** DATASET ENTRIES follows **

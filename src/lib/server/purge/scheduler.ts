/**
 * One node-cron job per separator whose schedule is enabled: a once-a-minute task in the vessel's
 * time zone that asks `isDue`. A derived cron expression would miss a run moved by a clock change
 * and knows nothing of quiet hours ($lib/purge/describe.ts), so the minute tick is the exact way.
 *
 * Rebuilds run one at a time through a queue, and each first awaits the destruction of the job it
 * replaces, so a vessel never has two live jobs. A destroyed task that was already running when it
 * was replaced checks that it is still the vessel's job before it fires.
 */
import cron, { type ScheduledTask, type TaskContext } from 'node-cron';
import { isDue, type PurgeSchedule } from '$lib/purge';

const MS_PER_MIN = 60_000;
/** ms: a tick this late still belongs to its minute (node-cron's default of 1 s drops it under load) */
const LATE_TICK_TOLERANCE_MS = 55_000;
/** ms: a tick missed because the process stalled is still run this long after its minute */
const MAX_CATCH_UP_MS = 5 * MS_PER_MIN;

export interface JobSpec {
	vesselId: number;
	vesselCode: string;
	timeZone: string;
	schedule: PurgeSchedule;
}

export interface JobInfo extends JobSpec {
	/** node-cron task name, `purge:{vessel code}` */
	name: string;
	/** node-cron task id */
	taskId: string;
	builtAt: number;
}

interface Job extends JobInfo {
	task: ScheduledTask;
}

export interface SchedulerHooks {
	/** the vessel's schedule and time zone as stored now; undefined when it has none */
	load(vesselId: number): Promise<JobSpec | undefined>;
	/** every stored schedule */
	loadAll(): Promise<JobSpec[]>;
	/** a run is due in the minute starting at `minute` (epoch ms) */
	due(spec: JobSpec, minute: number): Promise<void>;
	log?(line: string): void;
}

export class PurgeScheduler {
	/**
	 * Fake-clock hook for tests: when set, every tick (scheduled or `runNow`) judges this instant
	 * instead of the minute node-cron fired for.
	 */
	clock: (() => number) | null = null;
	#jobs = new Map<number, Job>();
	/** vessel → the minute (epoch ms) its schedule last issued a run: once per minute, across rebuilds */
	#lastRun = new Map<number, number>();
	#queue: Promise<unknown> = Promise.resolve();
	#stopped = false;

	constructor(private readonly hooks: SchedulerHooks) {}

	/** Seeds the last run minutes (from the stored commands) so a restart inside a minute does not run it twice. */
	rememberRuns(runs: Map<number, number>) {
		for (const [vesselId, at] of runs)
			this.#lastRun.set(vesselId, Math.floor(at / MS_PER_MIN) * MS_PER_MIN);
	}

	/** Rebuilds every job from the database (start-up). */
	rebuildAll(): Promise<void> {
		return this.#enqueue(async () => {
			const specs = await this.hooks.loadAll();
			const wanted = new Set(specs.map((s) => s.vesselId));
			for (const vesselId of [...this.#jobs.keys()])
				if (!wanted.has(vesselId)) await this.#drop(vesselId);
			for (const spec of specs) await this.#build(spec);
		});
	}

	/** Rebuilds one vessel's job from what is stored now (after a schedule or time-zone change). */
	rebuild(vesselId: number): Promise<void> {
		return this.#enqueue(async () => {
			const spec = await this.hooks.load(vesselId);
			if (spec) await this.#build(spec);
			else await this.#drop(vesselId);
		});
	}

	/** The live jobs, one per vessel with an enabled schedule. */
	jobs(): JobInfo[] {
		return [...this.#jobs.values()].map(({ task: _task, ...info }) => info);
	}

	job(vesselId: number): JobInfo | undefined {
		const job = this.#jobs.get(vesselId);
		if (!job) return undefined;
		const { task: _task, ...info } = job;
		return info;
	}

	/** Runs a vessel's node-cron task now, as its minute tick would (tests, with `clock`). */
	async runNow(vesselId: number): Promise<void> {
		await this.#jobs.get(vesselId)?.task.execute();
	}

	/** Waits until queued rebuilds have finished. */
	idle(): Promise<void> {
		return this.#queue.then(() => undefined);
	}

	async stop(): Promise<void> {
		this.#stopped = true;
		await this.#enqueue(async () => {
			for (const vesselId of [...this.#jobs.keys()]) await this.#drop(vesselId);
		});
	}

	#enqueue(work: () => Promise<void>): Promise<void> {
		const next = this.#queue.then(work, work);
		this.#queue = next.catch((err) => this.hooks.log?.(`scheduler: ${String(err)}`));
		return next;
	}

	async #drop(vesselId: number) {
		const job = this.#jobs.get(vesselId);
		if (!job) return;
		this.#jobs.delete(vesselId);
		// destroy() stops the task and removes it from node-cron's registry
		await job.task.destroy();
	}

	async #build(spec: JobSpec) {
		await this.#drop(spec.vesselId);
		if (this.#stopped || !spec.schedule.enabled) return;
		const name = `purge:${spec.vesselCode}`;
		let job: Job | undefined;
		const tick = (c: TaskContext) => {
			if (!job || this.#jobs.get(spec.vesselId) !== job) return; // replaced: never fire
			const at = this.clock ? this.clock() : c.date.getTime();
			return this.#check(job, at);
		};
		let task: ScheduledTask;
		try {
			task = cron.createTask('* * * * *', tick, {
				name,
				timezone: spec.timeZone,
				noOverlap: true,
				unref: true,
				missedExecutionTolerance: LATE_TICK_TOLERANCE_MS
			});
		} catch (err) {
			this.hooks.log?.(`no purge job for ${spec.vesselCode}: ${String(err)}`);
			return;
		}
		task.on('execution:missed', (c) => {
			if (!job || this.#jobs.get(spec.vesselId) !== job) return;
			const at = c.date.getTime();
			if (Date.now() - at <= MAX_CATCH_UP_MS) void this.#check(job, at);
		});
		job = { ...spec, name, taskId: task.id, builtAt: Date.now(), task };
		this.#jobs.set(spec.vesselId, job);
		await task.start();
	}

	async #check(job: Job, at: number) {
		let due: boolean;
		try {
			due = isDue(job.schedule, job.timeZone, at);
		} catch (err) {
			this.hooks.log?.(`purge schedule of ${job.vesselCode}: ${String(err)}`);
			return;
		}
		if (!due) return;
		const minute = Math.floor(at / MS_PER_MIN) * MS_PER_MIN;
		if (this.#lastRun.get(job.vesselId) === minute) return;
		this.#lastRun.set(job.vesselId, minute);
		try {
			await this.hooks.due(job, minute);
		} catch (err) {
			this.hooks.log?.(`scheduled purge of ${job.vesselCode}: ${String(err)}`);
		}
	}
}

** End of DATASET ENTRIES **

- REQUIRED ACTION: The word to find is "async". Copy every line of the records that holds it.

- ANSWER AREA:
		return this.#enqueue(async () => {
		return this.#enqueue(async () => {
	async runNow(vesselId: number): Promise<void> {
	async stop(): Promise<void> {
		await this.#enqueue(async () => {
	async #drop(vesselId: number) {
	async #build(spec: JobSpec) {
	async #check(job: Job, at: number) {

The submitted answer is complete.